Abstract:Academic paper search is a fundamental task in scientific research, yet most existing approaches rely on rigid, predefined workflows that struggle with complex, conditional queries. To address this limitation, we propose PaperScout, an autonomous agent that reformulates paper search as a sequential decision-making process.
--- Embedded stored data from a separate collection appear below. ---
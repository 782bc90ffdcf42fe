import { afterAll, beforeAll, describe, expect, it } from 'vitest';
import { startSimulator, type Simulator } from '../../simulator/engine';
import { paths } from '../../src/schemas/paths';
import { startIngest, stopIngest } from '../../src/server/ingest/service';
import { testDatabase, type TestDatabase } from '../support/database';
import { SECRET, testFleet, type TestFleet } from '../support/fleet';
import { openSockets, type Sockets } from '../support/ingest';

/** The simulator's loggers against the real ingest: what they say is taken, kept and acknowledged. */

const TANNERY = 'Old Tannery Market Hall';
const NETLOFT = 'Netloft Terrace';
let db: TestDatabase;
let sockets: Sockets;
let fleet: TestFleet;
let simulator: Simulator;

beforeAll(async () => {
  db = await testDatabase();
  fleet = await testFleet(db, [TANNERY, NETLOFT], Math.floor(Date.now() / 1000) - 3000);
  await startIngest();
  sockets = await openSockets();
  simulator = await startSimulator({
    plan: fleet.plan,
    ingestUrl: `${sockets.url}${paths.ingest()}`,
    secret: SECRET,
    now: fleet.plan.since,
    speed: 0,
    pace: 60,
  });
  expect(await simulator.settled()).toBe(true);
});
afterAll(async () => {
  await simulator.stop();
  await stopIngest();
  await sockets.close();
  await db.drop();
});

const rows = async <T>(sql: string, values: unknown[] = []): Promise<T[]> =>
  (await db.owner.query(sql, values)).rows as T[];
const dropped = () =>
  simulator.runs.flatMap((r) =>
    r.loggers.map((l) => ({ n: l.connection.outbox.dropped, why: l.connection.outbox.lastRefusal })),
  );

describe('the simulated loggers', { timeout: 90_000 }, () => {
  it('report everything by the protocol, and nothing of it is refused', async () => {
    await simulator.advance(130);
    expect(await simulator.settled()).toBe(true);
    expect(dropped().map((d) => d.why)).toEqual([null, null]);
    const [counts] = await rows<Record<string, number>>(
      `select (select count(distinct string_id)::int from string_frame) strings, (select count(*)::int from input_frame) inputs,
        (select count(*)::int from inverter_frame) inverters, (select count(*)::int from weather_frame) weather,
        (select count(*)::int from command) commands`,
    );
    // the roll call at the hall has not begun: only the terrace's units speak
    expect(counts?.strings).toBe(fleet.site(NETLOFT).strings.size);
    expect(counts?.inputs).toBeGreaterThan(10);
    expect(counts?.inverters).toBeGreaterThan(10);
    expect(counts?.weather).toBeGreaterThan(2);
    expect(counts?.commands).toBe(2);
  });

  it('says what the units say: kept voltages are the true ones within the units’ accuracy', async () => {
    const truth = simulator.truth(NETLOFT);
    const state = await rows<{ name: string; voltage: number[]; at: Date }>(
      `select s.name, st.voltage, st.at from string_state st join string s on s.id = st.string_id where s.site_id = $1`,
      [fleet.site(NETLOFT).id],
    );
    expect(state.length).toBe(5);
    let compared = 0;
    for (const { name, voltage } of state)
      voltage.forEach((cv, i) => {
        const unit = truth.units.find((u) => u.string === name && u.position === i + 1);
        expect(Math.abs(cv / 100 - (unit?.voltageOut ?? 0))).toBeLessThan(1);
        compared += 1;
      });
    expect(compared).toBe(60);
  });

  it('answer a roll call: units are heard one after another, strangers too, the mute never', async () => {
    const site = fleet.site(TANNERY);
    const [person] = await rows<{ id: number }>(
      `select id from person where email = 'technician@lowfield.example'`,
    );
    await db.owner.query(
      `insert into roll_call (site_id, started_by, person_on_site) values ($1, $2, 'Bram Ottersley')`,
      [site.id, person?.id],
    );
    for (const run of simulator.runs)
      if (run.plan.name === TANNERY) for (const l of run.loggers) l.rollCall.listen(true, simulator.clock());
    await simulator.advance(60);
    expect(await simulator.settled()).toBe(true);
    const [heard] = await rows<{ n: number; strangers: number }>(
      `select count(*)::int n, count(*) filter (where unit_id is null)::int strangers from heard where site_id = $1`,
      [site.id],
    );
    const truth = simulator.truth(TANNERY);
    const told = truth.units.filter((u) => u.heard).length;
    // one is mute; two sit where the drawing has other serials, which nobody ever hears
    expect(told).toBe(184 - 1);
    expect(heard).toEqual({ n: told, strangers: 2 });
  });

  it('fall when the initiator opens, second by second, and two stay down when it closes', async () => {
    const site = fleet.site(TANNERY);
    expect(simulator.setInitiator(TANNERY, 'Main initiator', true)).toBe(true);
    await simulator.advance(125);
    expect(await simulator.settled()).toBe(true);
    const down = simulator.truth(TANNERY);
    expect(down.units.filter((u) => u.heard && u.mode === 'passing')).toEqual([]);
    // who was never heard doesn't obey
    expect(down.units.filter((u) => !u.heard).every((u) => u.mode === 'passing')).toBe(true);
    const traces = await rows<{ name: string; measuring_point: string; voltage: (number | null)[] }>(
      `select s.name, t.measuring_point, t.voltage from trace t join string s on s.id = t.string_id where t.site_id = $1`,
      [site.id],
    );
    expect(new Set(traces.map((t) => t.name)).size).toBe(13);
    const a1 = traces.find((t) => t.name === 'A1' && t.measuring_point === 'unit_sum');
    expect(a1?.voltage.length).toBeGreaterThan(115);
    expect(a1?.voltage[0]).toBeGreaterThan(4000);
    expect(a1?.voltage[60]).toBeLessThan(100);
    const [command] = await rows<{ in_force: string }>(
      'select in_force from command where site_id = $1 order by since desc limit 1',
      [site.id],
    );
    expect(command?.in_force).toBe('initiator');

    simulator.setInitiator(TANNERY, 'Main initiator', false);
    await simulator.advance(180);
    expect(await simulator.settled()).toBe(true);
    const up = simulator.truth(TANNERY);
    expect(up.units.filter((u) => u.mode === 'shutdown').map((u) => `${u.string}-${u.position}`)).toEqual([
      'B3-5',
      'B3-9',
    ]);
    const [claims] = await rows<{ state: number[] }>('select state from string_state where string_id = $1', [
      site.strings.get('B3')?.id,
    ]);
    expect(claims?.state.map((s, i) => (s === 2 ? i + 1 : 0)).filter(Boolean)).toEqual([5, 9]);
  });

  it('keep what they could not say, and replay it in order of time', async () => {
    const id = simulator.inject(NETLOFT, {
      kind: 'uplink_out',
      logger: fleet.site(NETLOFT).plan.loggers[0]?.serial ?? '',
    });
    await simulator.advance(600);
    const truth = simulator.truth(NETLOFT);
    expect(truth.loggers[0]?.connected).toBe(false);
    expect(truth.loggers[0]?.waiting).toBeGreaterThan(30);
    const count = async () =>
      (
        await rows<{ n: number }>(
          'select count(*)::int n from string_frame f join string s on s.id = f.string_id where s.site_id = $1',
          [fleet.site(NETLOFT).id],
        )
      )[0]?.n ?? 0;
    const before = await count();
    simulator.clear(NETLOFT, id);
    await simulator.advance(1);
    expect(await simulator.settled()).toBe(true);
    expect((await count()) - before).toBeGreaterThanOrEqual(5 * 10);
  });

  it('hand over late what a cut-off gateway kept', async () => {
    const fault = {
      kind: 'gateway_out',
      logger: fleet.site(NETLOFT).plan.loggers[0]?.serial ?? '',
      gateway: 1,
      keeps: true,
    } as const;
    const startS = simulator.clock();
    const between = (untilS: number) =>
      rows<{ n: number }>(
        `select count(*)::int n from string_frame f join string s on s.id = f.string_id
         where s.site_id = $1 and f.at > to_timestamp($2) and f.at < to_timestamp($3)`,
        [fleet.site(NETLOFT).id, startS, untilS],
      ).then((r) => r[0]?.n);
    const id = simulator.inject(NETLOFT, fault);
    await simulator.advance(300);
    const endS = simulator.clock();
    expect(await simulator.settled()).toBe(true);
    expect(await between(endS)).toBe(0);
    simulator.clear(NETLOFT, id);
    await simulator.advance(70);
    expect(await simulator.settled()).toBe(true);
    expect(await between(endS)).toBeGreaterThanOrEqual(5 * 4);
  });
});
Unlike static workflows, PaperScout dynamically decides whether, when, and how to invoke search and expand tools based on accumulated retrieval context. However, training such agents presents a fundamental challenge: standard reinforcement learning methods, typically designed for single-turn tasks, suffer from a granularity mismatch when applied to multi-turn agentic tasks, where token-level optimization diverges from the granularity of sequence-level interactions, leading to noisy credit assignment. We introduce Proximal Sequence Policy Optimization (PSPO), a process-aware, sequence-level policy optimization method that aligns optimization with agent-environment interaction. Comprehensive experiments on both synthetic and real-world benchmarks demonstrate that PaperScout significantly outperforms strong workflow-driven and RL baselines in both recall and relevance, validating the effectiveness of our adaptive agentic framework and optimization strategy.